Of course, this is the base of every design system. The second part of the documentation process comes after we design and/or finish the components, and apply those previously stated variables. I will show this in only one component example. One of the most common is of course the list component, it is versatile, literally every user interface has some version of it, and the users are accustomed to it. This list component example comes from txSync products (Portal&Bridge), and it was part of a redesign venture we did last year.

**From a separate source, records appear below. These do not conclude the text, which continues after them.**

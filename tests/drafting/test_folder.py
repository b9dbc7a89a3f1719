"""Drafts from a plain folder of files."""

from __future__ import annotations

import csv
import re
from typing import TYPE_CHECKING

import pytest

from bandcairn.drafting import draft_study, write_draft
from bandcairn.errors import StudyError
from bandcairn.execution.project import check_project
from bandcairn.recordings.export import ExportChannel, write_delimited, write_edf
from bandcairn.signal import Annotation
from bandcairn.study.description import load_study

if TYPE_CHECKING:
    from collections.abc import Callable
    from pathlib import Path

    import numpy as np
    from numpy.typing import NDArray

FILLED = {"mains_hz": "50", "rate_hz": "250", "unit": "uV"}


def _fill_in(folder: Path) -> None:
    """Fill the blanks as a person would: values behind the marked keys, a name in each blank cell."""
    page = (folder / "study.yaml").read_text("utf-8")
    for key, value in FILLED.items():
        page = re.sub(rf"(?m)^( *{key}:)(?= *(#|$))", rf"\1 {value}", page)
    (folder / "study.yaml").write_text(page, "utf-8")
    table = (folder / "recordings.csv").read_text("utf-8")
    with (folder / "recordings.csv").open("w", encoding="utf-8", newline="") as file:
        rows = list(csv.DictReader(table.splitlines()))
        writer = csv.DictWriter(file, rows[0], lineterminator="\n")
        writer.writeheader()
        writer.writerows({**row, "participant": row["participant"] or f"p{n}"} for n, row in enumerate(rows))


@pytest.fixture
def edf_folder(tmp_path: Path, put_edf: Callable[..., None]) -> Path:
    """Return a folder of two people by day and night, with hum at 50 Hz and two rates."""
    for person in (1, 2):
        for shift in ("day", "night"):
            rates_hz = {"EEG Fz": 256, "EEG Cz": 256, "EKG": 512, "biceps": 1024, "Resp": 32}
            put_edf(tmp_path / "raw" / f"p{person}_{shift}.edf", rates_hz, hum_hz=50, hum=30.0)
    return tmp_path


def test_a_folder_that_tells_enough_is_a_study_at_once(edf_folder: Path) -> None:
    """Signals by names, mains by hum, people and shifts by file names: each marked as a guess."""
    draft = draft_study(edf_folder)
    assert {each.group.name: each.group.labels for each in draft.proposals} == {
        "eeg": ("EEG Fz", "EEG Cz"),
        "heart": ("EKG",),
        "muscle": ("biceps",),
    }
    assert draft.blanks == ()
    assert len(draft.guesses) == 7  # title, participant, condition, mains, three lists of channels
    write_draft(edf_folder, draft)
    study, _ = check_project(edf_folder)
    assert study.recordings[1].design == {"condition": "night"}
    assert "#   Resp: breathing" in draft.files["study.yaml"]


def test_blanks_once_filled_make_a_study(tmp_path: Path, noise: Callable[..., NDArray[np.float64]]) -> None:
    """Text without clock, unit of no usual size, names that tell nobody: all of it marked, and then it loads."""
    samples = [noise(250, spread=0.8), noise(250, spread=0.8)]
    for name in ("left rest", "right rest", "left task", "right task"):
        write_delimited(tmp_path / f"{name}.csv", ["C3", "C4"], samples, decimals=3)
    draft = draft_study(tmp_path)
    write_draft(tmp_path, draft)
    with pytest.raises(StudyError) as refused:
        load_study(tmp_path)
    assert {problem.field for problem in refused.value.problems} >= {"mains_hz", "participant"}
    marked = " ".join(mark.text for mark in draft.blanks)
    assert all(key in marked for key in ("mains_hz", "rate_hz", "unit", "participant"))
    _fill_in(tmp_path)
    check_project(tmp_path)


@pytest.mark.parametrize("case", ["within", "between"])
def test_the_example_question_holds(tmp_path: Path, put_edf: Callable[..., None], case: str) -> None:
    """Taking the marks away leaves a question with the study's own names that passes every check."""
    names = {
        "within": ("p1_day", "p1_night", "p2_day", "p2_night"),
        "between": ("crew_p1", "crew_p2", "office_p3", "office_p4"),
    }[case]
    for name in names:
        put_edf(tmp_path / f"{name}.edf", {"Fz": 256, "Cz": 256}, hum_hz=60)
    write_draft(tmp_path, draft_study(tmp_path))
    page = (tmp_path / "study.yaml").read_text("utf-8")
    head, asked = page.split("# questions:\n")
    asked = re.sub(r"(?m)^# ", "", asked)
    (tmp_path / "study.yaml").write_text(f"{head}questions:\n{asked}", "utf-8")
    study = load_study(tmp_path)
    (question,) = study.description.questions
    assert getattr(question, case) == {"within": "condition", "between": "group"}[case]


def test_annotations_in_every_file_are_offered_as_segments(
    tmp_path: Path, noise: Callable[..., NDArray[np.float64]]
) -> None:
    """A text that marks one stretch in each file; moments and texts of some files are not."""
    for person in (1, 2):
        notes = [Annotation(5, 20, "eyes closed"), Annotation(30, 0, "blink")]
        notes += [Annotation(26, 3, "once")] if person == 1 else []
        channel = ExportChannel("Fz", "uV", 256, noise(256, hum_hz=50), (-900.0, 900.0))
        write_edf(tmp_path / f"p{person}.edf", [channel], notes)
    draft = draft_study(tmp_path)
    assert "segments: {annotations: [eyes closed]}" in draft.files["study.yaml"]
    write_draft(tmp_path, draft)
    check_project(tmp_path)


def test_tables_of_something_else_and_broken_files_are_left_out(
    edf_folder: Path,
) -> None:
    """A list of people is no recording; a broken file is one that cannot be read."""
    (edf_folder / "people.csv").write_text("name,age\nann,31\nbob,40\n", "utf-8")
    (edf_folder / "ages.csv").write_text("Fz,Cz\n1,2\n3,4\n", "utf-8")
    (edf_folder / "raw" / "p3_day.edf").write_bytes(b"0" * 300)
    left_out = {one.file: one.damaged for one in draft_study(edf_folder).left_out}
    assert left_out == {"people.csv": False, "ages.csv": False, "raw/p3_day.edf": True}


def test_a_channel_that_few_lack_is_told_and_its_signal_kept_ready(
    edf_folder: Path, put_edf: Callable[..., None]
) -> None:
    """Where one recording has no ECG, the signal stands commented out with the rows to delete."""
    put_edf(edf_folder / "raw" / "p3_day.edf", {"EEG Fz": 256, "EEG Cz": 256, "biceps": 1024}, hum_hz=50)
    draft = draft_study(edf_folder)
    page = draft.files["study.yaml"]
    assert "# heart is not used: not in p3_day: delete those rows of recordings.csv to use it." in page
    assert "#     kind: ecg" in page
    write_draft(edf_folder, draft)
    study, _ = check_project(edf_folder)
    assert list(study.description.signals) == ["eeg", "muscle"]


def test_files_without_a_channel_in_common_are_left_to_another_study(
    edf_folder: Path, put_edf: Callable[..., None]
) -> None:
    """The larger part makes the study; the rest is named."""
    put_edf(edf_folder / "raw" / "p3_day.edf", {"V5": 256})
    draft = draft_study(edf_folder)
    assert len(draft.recordings) == 4
    assert [one.file for one in draft.left_out] == ["raw/p3_day.edf"]


def test_channels_in_an_unknown_unit_are_not_used(tmp_path: Path, put_edf: Callable[..., None]) -> None:
    """Nothing is scaled by guess."""
    put_edf(tmp_path / "p1.edf", {"Fz": 256}, unit="hPa")
    with pytest.raises(StudyError, match="no name of an EEG"):
        draft_study(tmp_path)


def test_what_a_study_computes_is_not_taken_for_recordings(edf_folder: Path) -> None:
    """The store and the results lie in the same folder."""
    for name in ("nodes/x.csv", "results/features.csv", ".hidden/y.csv"):
        (edf_folder / name).parent.mkdir(exist_ok=True)
        (edf_folder / name).write_text("Fz\n" + "1\n" * 200, "utf-8")
    assert len(draft_study(edf_folder).recordings) == 4


@pytest.mark.parametrize(
    ("name", "found"), [("absent", "no such folder"), ("file", "a file"), ("empty", "nothing")]
)
def test_a_folder_without_recordings_is_refused(tmp_path: Path, name: str, found: str) -> None:
    """With what is allowed and what to do."""
    (tmp_path / "file").touch()
    (tmp_path / "empty").mkdir()
    with pytest.raises(StudyError, match=found):
        draft_study(tmp_path / name)


def test_equal_names_in_two_folders_stay_apart(tmp_path: Path, put_edf: Callable[..., None]) -> None:
    """Recordings are named by their path where their stems repeat."""
    for shift in ("day", "night"):
        for person in (1, 2):
            put_edf(tmp_path / shift / f"p{person}.edf", {"Fz": 256}, hum_hz=50)
    draft = draft_study(tmp_path)
    assert [one.name for one in draft.recordings] == [
        "day_p1_edf",
        "day_p2_edf",
        "night_p1_edf",
        "night_p2_edf",
    ]
    assert [one.participant for one in draft.recordings] == ["p1", "p2", "p1", "p2"]
    assert draft.recordings[0].design == {"condition": "day"}


def test_a_long_list_of_channels_is_broken_between_names(
    tmp_path: Path, put_edf: Callable[..., None]
) -> None:
    """Names with blanks stay whole, and all of them are read back."""
    labels = [f"EEG {site}-Ref" for site in ("Fp1", "Fp2", "F3", "F4", "C3", "C4", "P3", "P4", "O1", "O2")]
    put_edf(tmp_path / "p1.edf", dict.fromkeys(labels, 128), hum_hz=50)
    put_edf(tmp_path / "p2.edf", dict.fromkeys(labels, 250), hum_hz=50)
    write_draft(tmp_path, draft_study(tmp_path))
    assert list(load_study(tmp_path).description.signals["eeg"].channels) == labels
    page = (tmp_path / "study.yaml").read_text("utf-8")
    assert all(label in page for label in labels)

The list component has four states that are clearly shown inside variants (default, hover, pressed, and disabled). On the highest level it is composed out of a container and content inside that container. On a more detailed level we can see the token icon, main headline, following text, main amount text, and following amount text. Our idea here is to show how something works, and the expected behaviour of the component in question. This means we show spacing, and sizing, whether container width and height are fixed, the value of the corner radius, alignment, text container height. We do this for every component. Elements vary, but the principle remains the same.
As you can imagine, this detailing takes a lot of time. When a design system gets to a point where the next step is component documentation we think twice if we did everything correctly, and will this have value in the long run. Of course, a lot of our web projects don’t have this level of design system, but our products do.
The many roles of design system documentation
Once I called myself an archivist of the design system, similarly to a librarian, but at the same time curator, or information administrator. However you call it, I felt like there is nothing visually to show, but it exists, because the system works, and that’s the proof. This non-visuality is exactly what is shown via documentation.